Data supplied:

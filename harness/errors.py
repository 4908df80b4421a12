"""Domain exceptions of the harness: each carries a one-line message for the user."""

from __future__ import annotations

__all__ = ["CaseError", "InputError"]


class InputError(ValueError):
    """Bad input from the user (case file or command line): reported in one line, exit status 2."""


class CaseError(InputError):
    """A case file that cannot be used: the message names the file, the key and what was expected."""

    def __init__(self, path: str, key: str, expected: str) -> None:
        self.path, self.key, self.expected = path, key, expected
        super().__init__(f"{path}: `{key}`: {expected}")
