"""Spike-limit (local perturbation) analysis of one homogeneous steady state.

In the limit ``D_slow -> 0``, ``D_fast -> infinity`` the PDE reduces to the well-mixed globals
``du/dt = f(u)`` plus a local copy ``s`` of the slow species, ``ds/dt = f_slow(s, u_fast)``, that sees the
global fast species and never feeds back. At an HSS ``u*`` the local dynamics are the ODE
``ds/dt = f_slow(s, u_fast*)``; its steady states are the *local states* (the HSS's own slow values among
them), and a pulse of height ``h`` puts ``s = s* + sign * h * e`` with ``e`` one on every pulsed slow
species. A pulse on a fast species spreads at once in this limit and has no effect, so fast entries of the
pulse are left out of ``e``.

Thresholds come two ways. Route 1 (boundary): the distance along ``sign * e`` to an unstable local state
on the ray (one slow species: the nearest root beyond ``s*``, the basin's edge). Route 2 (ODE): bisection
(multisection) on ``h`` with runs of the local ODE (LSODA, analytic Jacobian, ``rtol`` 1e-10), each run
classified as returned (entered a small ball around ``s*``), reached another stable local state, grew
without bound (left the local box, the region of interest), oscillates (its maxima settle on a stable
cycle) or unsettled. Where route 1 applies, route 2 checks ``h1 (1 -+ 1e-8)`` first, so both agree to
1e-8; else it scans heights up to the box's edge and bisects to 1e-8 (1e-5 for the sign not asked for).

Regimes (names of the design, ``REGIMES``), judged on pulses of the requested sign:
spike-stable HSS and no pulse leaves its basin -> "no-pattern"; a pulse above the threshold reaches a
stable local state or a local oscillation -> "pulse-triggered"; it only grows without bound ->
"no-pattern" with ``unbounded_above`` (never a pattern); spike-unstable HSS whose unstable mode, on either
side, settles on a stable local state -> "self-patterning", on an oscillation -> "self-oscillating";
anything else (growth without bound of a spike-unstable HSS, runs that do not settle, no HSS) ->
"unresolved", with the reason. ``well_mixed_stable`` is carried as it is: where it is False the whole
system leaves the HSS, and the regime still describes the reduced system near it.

Exercise directions: Retype, in the same exact form, the lines of the material above from the line holding "def __init__(self, path: str, key: str, expected: str)" through the line holding "slow values among".

Your response:
    def __init__(self, path: str, key: str, expected: str) -> None:
        self.path, self.key, self.expected = path, key, expected
        super().__init__(f"{path}: `{key}`: {expected}")
"""Spike-limit (local perturbation) analysis of one homogeneous steady state.

In the limit ``D_slow -> 0``, ``D_fast -> infinity`` the PDE reduces to the well-mixed globals
``du/dt = f(u)`` plus a local copy ``s`` of the slow species, ``ds/dt = f_slow(s, u_fast)``, that sees the
global fast species and never feeds back. At an HSS ``u*`` the local dynamics are the ODE
``ds/dt = f_slow(s, u_fast*)``; its steady states are the *local states* (the HSS's own slow values among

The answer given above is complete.